Waiting days for the results to come back means they can miss weather windows and, when the information does arrive, it might lead to a single application rate across a whole field – when in practice the levels of the nutrient within that field might vary widely.

Dr O’Mahony has therefore developed an ion-selective electrode, meaning that real-time, in-the-field testing could soon be a reality.

“We aim to develop a rapid test, allowing farmers and agronomists to divide fields into different sections, so they know what the levels [of phosphorous] are and, therefore, can add what’s needed with far more precision.”

‘If you can’t measure it, you can’t manage it’

Biogeochemist Jane Hawkins from Rothamsted Research says the combination of limited global supplies of phosphate, increasing costs and ever-more legislation surrounding water quality make it more important than ever to fine-tune soil management.

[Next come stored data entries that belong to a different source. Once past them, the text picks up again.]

package main

import (
	"fmt"
	"os"
	"path/filepath"
	"regexp"
	"slices"
	"strconv"
	"strings"
	"testing"

	"ordplan/plan"
)

// ordplan init writes a valid plan that lists the columns with their
// kinds, from a data file or a header line, and never overwrites a file.
func TestInitSkeleton(t *testing.T) {
	dir := t.TempDir()
	csv := "id,grade,dose,smoker,site,note\n" +
		"p1,2,1.5,0,north,\np2,1,0.5,1,south,x\np3,3,2.0,0,north,NA\np4,2,,1,east,y\np5,1,1.0,0,south,z\n"
	dataPath := filepath.Join(dir, "data", "trial.csv")
	os.MkdirAll(filepath.Dir(dataPath), 0o755)
	os.WriteFile(dataPath, []byte(csv), 0o644)
	planPath := filepath.Join(dir, "trial.yaml")
	out, errs, code := runCLI("init", planPath, "--data", dataPath)
	if code != 0 {
		t.Fatalf("init: %d %s %s", code, out, errs)
	}
	text, _ := os.ReadFile(planPath)
	for _, want := range []string{
		"file: data/trial.csv",
		"#   grade   integer codes 1, 2, 3 (3 values): ordered categories, or a count?  <- outcome (guessed: see outcomes)",
		"  - column: grade   # EDIT: guessed from the columns; check that it is the outcome",
		"#   dose    numeric from 0.5 to 2; 1 of 5 missing",
		"#   smoker  numeric 0/1",
		"#   site    text, 3 values: north, south, east (categorical; ordered?)",
		"categories: [1, 2, 3]",
		"predictors: [dose, smoker]",
		"  dose:   {range: [0.5, 2], label: null, unit: null}   # EDIT: the possible range (observed 0.5 to 2)",
		"  smoker: {values: [0, 1], label: null, unit: null}",
	} {
		if !strings.Contains(string(text), want) {
			t.Errorf("want %q in\n%s", want, text)
		}
	}
	p := loadSkeleton(t, planPath)
	if p.Outcomes[0].Column != "grade" {
		t.Errorf("outcome %q", p.Outcomes[0].Column)
	}
	// Never overwritten.
	os.WriteFile(planPath, []byte("mine\n"), 0o644)
	if _, errs, code := runCLI("init", planPath, "--data", dataPath); code != 1 || !strings.Contains(errs, "already exists") {
		t.Fatalf("overwrite: %d %s", code, errs)
	}
	if b, _ := os.ReadFile(planPath); string(b) != "mine\n" {
		t.Fatal("the file was overwritten")
	}
	// From a header line, with the outcome named.
	hp := filepath.Join(dir, "h.yaml")
	if _, errs, code := runCLI("init", hp, "--header", "y,a,b", "--outcome", "y"); code != 0 {
		t.Fatalf("header: %s", errs)
	}
	src, _ := os.ReadFile(hp)
	if _, err := plan.Parse(src, hp); err != nil {
		t.Fatalf("header skeleton: %v\n%s", err, src)
	}
	if !strings.Contains(string(src), "#   a  no data yet: numeric, categorical or ordered?") {
		t.Errorf("header columns not listed:\n%s", src)
	}
	if _, errs, code := runCLI("init", filepath.Join(dir, "x.yaml"), "--header", "y,a", "--outcome", "z"); code != 1 || !strings.Contains(errs, `--outcome: column "z" is not in the file`) {
		t.Errorf("unknown outcome: %d %s", code, errs)
	}
}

“A farmer could be spending hundreds of pounds every year on the testing alone but, with profit margins tight, they’re in a Catch-22. They might not be able to afford to take lots of samples but, if you can’t measure it, you can’t manage it.”

According to Rothamsted biogeochemist Martin Blackwell, there is also a big availability issue on the horizon. “Phosphate is a finite resource and there will come a point when we simply run out of it. The market is already unpredictable.”

The “PhosField” project will build on previous work by Dr Blackwell and Dr Hawkins, in which they mapped the “critical P curve”, showing necessary application rates to achieve optimum yields for different crops, in various soils.